Anti-PLA2R: a serological marker for primary membranous nephropathy

The discovery of autoantibodies against the phospholipase A2 receptor 1 (PLA2R) is considered a milestone in nephrology research. They are the first described serological marker for primary membranous nephropathy. Their value in membranous nephropathy diagnostics is the subject of many recent publications.

Primary and secondary membranous nephropathy: differential diagnosis essential

Membranous nephropathy is the major cause of nephrotic syndrome in adults, which is an inflammatory condition of the glomeruli.
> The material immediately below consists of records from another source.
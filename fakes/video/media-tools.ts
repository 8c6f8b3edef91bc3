// ffprobe/ffmpeg (Debian's, installed by `npm start`/`npm test`): what a file is, a poster, a web-playable MP4.
import { execFile } from "node:child_process";
import { promisify } from "node:util";

const execFileAsync = promisify(execFile);

export type Tools = { ffmpeg: string; ffprobe: string; timeoutMs: number };

export type ProbeResult = {
  duration: number;
  /** Display size: rotation and pixel aspect applied. */
  width: number;
  height: number;
  aspectRatio: string;
  frameRate: number;
  videoDuration: number;
  /** Stream index of the picture to transcode (cover art is skipped). */
  videoIndex: number;
  audio: { channels: number; duration: number } | null;
};

/** The file is not something we can turn into a clip; the message is shown to staff. */
export class NotAVideoError extends Error {}

/** Our problem, not the file's: never reported as a bad upload. */
export class ToolMissingError extends Error {}

// Keeps the short side at most 720 px (portrait phone clips too) and both sides even, as H.264 4:2:0 needs.
const SCALE_720 = "scale='if(gte(iw,ih),-2,min(720,trunc(iw/2)*2))':'if(gte(iw,ih),min(720,trunc(ih/2)*2),-2)'";
// Only local files: an uploaded playlist must not make ffmpeg fetch URLs or other files.
const INPUT_FLAGS = ["-protocol_whitelist", "file"];
const STILL_FORMATS = /(^|,)(image2|[a-z0-9]+_pipe|gif|apng)(,|$)/;

type Stream = {
  index?: number;
  codec_type?: string;
  width?: number;
  height?: number;
  sample_aspect_ratio?: string;
  avg_frame_rate?: string;
  r_frame_rate?: string;
  duration?: string;
  channels?: number;
  disposition?: { attached_pic?: number };
  side_data_list?: { rotation?: number }[];
  tags?: { rotate?: string };
};
type ProbeJson = { streams?: Stream[]; format?: { duration?: string; format_name?: string } };

async function run(command: string, args: string[], tools: Tools, signal: AbortSignal): Promise<string> {
  try {
    const { stdout } = await execFileAsync(command, args, { signal, timeout: tools.timeoutMs, maxBuffer: 16 * 1024 * 1024, killSignal: "SIGKILL" });
    return stdout;
  } catch (error) {
    if (signal.aborted) throw error;
    if ((error as NodeJS.ErrnoException).code === "ENOENT") {
      throw new ToolMissingError(`${command} was not found; install Debian's ffmpeg package (npm start does this).`);
    }
    const stderr = (error as { stderr?: string }).stderr?.trim();
    const lastLine = stderr ? stderr.split("\n").filter(Boolean).pop() : undefined;
    throw new Error(lastLine ?? (error instanceof Error ? error.message : String(error)), { cause: error });
  }
}

function ratio(text: string | undefined): number | null {
  const match = /^(\d+)[:/](\d+)$/.exec(text ?? "");
  if (!match) return null;
  const [num, den] = [Number(match[1]), Number(match[2])];
  return num > 0 && den > 0 ? num / den : null;
}

function gcd(a: number, b: number): number {
  return b === 0 ? a : gcd(b, a % b);
}

/** "16:9" style, from the display size. */
export function aspectRatio(width: number, height: number): string {
  const d = gcd(width, height);
  return `${width / d}:${height / d}`;
}

function rotation(stream: Stream): number {
  const fromSideData = stream.side_data_list?.find((s) => typeof s.rotation === "number")?.rotation;
  const raw = fromSideData ?? Number(stream.tags?.rotate ?? 0);
  return Math.abs(Math.round(raw)) % 180;
}

const round = (value: number, places: number) => Number(value.toFixed(places));

export async function probeVideo(file: string, tools: Tools, signal: AbortSignal): Promise<ProbeResult> {
  let json: ProbeJson;
  try {
    const out = await run(tools.ffprobe, ["-v", "error", ...INPUT_FLAGS, "-print_format", "json", "-show_format", "-show_streams", `file:${file}`], tools, signal);
    json = JSON.parse(out) as ProbeJson;
  } catch (error) {
    if (signal.aborted || error instanceof ToolMissingError) throw error;
    // ffprobe names the file it read; staff see this message, and our paths mean nothing to them.
    const reason = error instanceof Error ? error.message.replace(`file:${file}: `, "") : "ffprobe failed";
    throw new NotAVideoError(`The uploaded file is not a decodable video (${reason}).`);
  }
  const streams = json.streams ?? [];
  const video = streams.find((s) => s.codec_type === "video" && !s.disposition?.attached_pic && (s.width ?? 0) > 0 && (s.height ?? 0) > 0);
  if (!video) throw new NotAVideoError("The uploaded file is not a decodable video: it has no video stream.");
  const formatName = json.format?.format_name ?? "";
  if (STILL_FORMATS.test(formatName)) throw new NotAVideoError(`The uploaded file is not a decodable video: it is a still image (${formatName}).`);
  if (/(^|,)hls(,|$)/.test(formatName)) throw new NotAVideoError("The uploaded file is not a decodable video: playlists are not accepted.");
  const duration = Number(json.format?.duration ?? video.duration);
  if (!(duration > 0)) throw new NotAVideoError("The uploaded file is not a decodable video: it has no duration.");

  const sar = ratio(video.sample_aspect_ratio) ?? 1;
  let width = Math.round((video.width ?? 0) * sar);
  let height = video.height ?? 0;
  if (rotation(video) === 90) [width, height] = [height, width];
  const audio = streams.find((s) => s.codec_type === "audio");
  return {
    duration: round(duration, 6),
    width,
    height,
    aspectRatio: aspectRatio(width, height),
    frameRate: round(ratio(video.avg_frame_rate) ?? ratio(video.r_frame_rate) ?? 0, 3),
    videoDuration: round(Number(video.duration ?? duration), 6),
    videoIndex: video.index ?? 0,
    audio: audio ? { channels: audio.channels ?? 0, duration: round(Number(audio.duration ?? duration), 6) } : null,
  };
}

/** A JPEG at 1 s, or the middle of clips shorter than 2 s. */
export async function makePoster(source: string, target: string, probe: ProbeResult, tools: Tools, signal: AbortSignal): Promise<void> {
  const at = probe.duration >= 2 ? 1 : probe.duration / 2;
  await run(
    tools.ffmpeg,
    ["-v", "error", ...INPUT_FLAGS, "-ss", at.toFixed(3), "-i", `file:${source}`, "-map", `0:${probe.videoIndex}`, "-frames:v", "1", "-vf", SCALE_720, "-q:v", "3", "-f", "image2", "-update", "1", "-y", `file:${target}`],
    tools,
    signal,
  );
}

/** H.264 + AAC in an MP4 with the index up front, so a browser can start and seek before it has the whole file. */
export async function makeRendition(source: string, target: string, probe: ProbeResult, tools: Tools, signal: AbortSignal): Promise<void> {
  await run(
    tools.ffmpeg,
    [
      "-v", "error", ...INPUT_FLAGS, "-i", `file:${source}`,
      "-map", `0:${probe.videoIndex}`, "-map", "0:a:0?",
      "-vf", SCALE_720, "-c:v", "libx264", "-preset", "veryfast", "-crf", "23", "-pix_fmt", "yuv420p",
      "-c:a", "aac", "-b:a", "128k", "-ac", "2",
      "-movflags", "+faststart", "-f", "mp4", "-y", `file:${target}`,
    ],
    tools,
    signal,
  );
}
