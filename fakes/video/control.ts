// /_fake/* routes: switches and inspection for tests. No auth, because the server only answers loopback clients.
import { parseJson, type JsonResponse } from "./api";
import type { FakeContext } from "./context";
import { invalidParameter, MuxApiError } from "./errors";

const MAX_FAILURES = 1000;
const MAX_DELAY_MS = 10 * 60 * 1000;

function count(value: unknown): number {
  const n = value ?? 1;
  if (typeof n !== "number" || !Number.isInteger(n) || n < 1 || n > MAX_FAILURES) throw invalidParameter(`count must be a whole number from 1 to ${MAX_FAILURES}.`);
  return n;
}

function errorStatus(value: unknown, fallback: number): number {
  const status = value ?? fallback;
  if (typeof status !== "number" || !Number.isInteger(status) || status < 400 || status > 599) throw invalidParameter("status must be an HTTP error status such as 429, 500 or 503.");
  return status;
}

function status(ctx: FakeContext) {
  return {
    uploads: ctx.store.uploads.size,
    assets: ctx.store.assets.size,
    pending_api_failures: ctx.apiFailures.pending,
    pending_chunk_failures: ctx.chunkFailures.pending,
    processing_delay_ms: ctx.processor.delayMs,
    drop_webhooks: ctx.webhooks.drop,
  };
}

async function route(method: string, pathname: string, query: URLSearchParams, body: Buffer, ctx: FakeContext): Promise<JsonResponse> {
  const key = `${method} ${pathname}`;
  switch (key) {
    case "GET /_fake/health":
      return { status: 200, body: { ok: true } };
    case "GET /_fake/status":
      return { status: 200, body: status(ctx) };
    case "POST /_fake/fail": {
      const input = parseJson(body, '{"count": 2, "status": 500}');
      if (input.message !== undefined && typeof input.message !== "string") throw invalidParameter("message must be a string.");
      ctx.apiFailures.arm(count(input.count), { status: errorStatus(input.status, 500), message: input.message ?? null });
      return { status: 200, body: status(ctx) };
    }
    case "DELETE /_fake/fail":
      ctx.apiFailures.clear();
      return { status: 200, body: status(ctx) };
    case "POST /_fake/fail-chunks": {
      const input = parseJson(body, '{"count": 1, "status": 503} or {"count": 1, "drop": true}');
      ctx.chunkFailures.arm(count(input.count), input.drop === true ? { drop: true } : { status: errorStatus(input.status, 503) });
      return { status: 200, body: status(ctx) };
    }
    case "DELETE /_fake/fail-chunks":
      ctx.chunkFailures.clear();
      return { status: 200, body: status(ctx) };
    case "POST /_fake/delay": {
      const ms = parseJson(body, '{"ms": 2000}').ms;
      if (typeof ms !== "number" || !Number.isInteger(ms) || ms < 0 || ms > MAX_DELAY_MS) throw invalidParameter(`ms must be a whole number from 0 to ${MAX_DELAY_MS}.`);
      ctx.processor.delayMs = ms;
      return { status: 200, body: status(ctx) };
    }
    case "POST /_fake/webhooks/drop": {
      const drop = parseJson(body, '{"drop": true}').drop;
      if (typeof drop !== "boolean") throw invalidParameter("drop must be true or false.");
      ctx.webhooks.drop = drop;
      return { status: 200, body: status(ctx) };
    }
    case "GET /_fake/webhooks": {
      const type = query.get("type");
      const objectId = query.get("object_id");
      const data = ctx.store.deliveries.filter((d) => (type === null || d.type === type) && (objectId === null || d.object.id === objectId));
      return { status: 200, body: { data } };
    }
    case "POST /_fake/reset": {
      const everything = parseJson(body, '{"state": true}').state === true;
      ctx.apiFailures.clear();
      ctx.chunkFailures.clear();
      ctx.processor.delayMs = 0;
      ctx.webhooks.drop = false;
      ctx.webhooks.cancelPending();
      ctx.store.deliveries = [];
      if (everything) {
        ctx.processor.abortAll();
        await ctx.store.wipe();
      } else {
        await ctx.store.save();
      }
      return { status: 200, body: status(ctx) };
    }
    default:
      throw new MuxApiError(404, "not_found", `No fake control route ${key}.`);
  }
}

export async function handleControl(method: string, pathname: string, query: URLSearchParams, body: Buffer, ctx: FakeContext): Promise<JsonResponse> {
  try {
    return await route(method, pathname, query, body, ctx);
  } catch (error) {
    if (error instanceof MuxApiError) return { status: error.status, body: error.toBody() };
    throw error;
  }
}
Its characteristic symptoms are an increased excretion of proteins in the primary urine (proteinuria) as well as dysfunctioning of lipid metabolism (hyperlipidemia, lipiduria). The disease can take different courses of severity ranging from spontaneous remission or persistent proteinuria to kidney failure.

In 20% – 30% of membranous nephropathy patients, the inflammation is caused by another underlying disease, e.g. tumour, autoimmune diseases, bacterial or viral infections or drug intoxication. This form is called secondary membranous nephropathy. Primary membranous nephropathy, in contrast, is an independent, organ-specific autoimmune disease. Differentiation of the two membranous nephropathy types during diagnosis is crucial for an appropriate therapy. While treatment of patients suffering from secondary membranous nephropathy is directed to the underlying disease, patients presenting with primary membranous nephropathy are usually treated with immunosuppressive therapy.

To date, diagnosis of membranous nephropathy is based on results from kidney biopsy. If positive, the histological examination of the kidney tissue reveals immune complex deposits on the outer side of the glomerular basement membrane. Patients with secondary membranous nephropathy exhibit antibodies within the immune deposits which are indicative for the underlying disease, e.g. antibodies against double-stranded DNA in Lupus erythematodes or against Treponema – and Helicobacter pylori antigenes in the corresponding infectious diseases. The target antigen being involved in the formation of immune deposits causing primary membranous nephropathy, however, have been discovered only recently.  In 2009, Beck (et al.) reported on the presence of autoantibodies targeting the phospholipase A2 receptor 1 (PLA2R) specifically in patients with primary membranous nephropathy. Approximately 70% of the examined primary membranous nephropathy patients revealed anti-PLA2R autoantibodies in their sera [1].

Anti-PLA2R and pathogenesis of primary membranous nephropathy

Binding of anti-PLA2R autoantibodies to podocytes impairs filtration function of kidney
Binding of anti-PLA2R autoantibodies to podocytes leads to impairment of glomerular basement membrane and therewith to disturbance of kidney filtration.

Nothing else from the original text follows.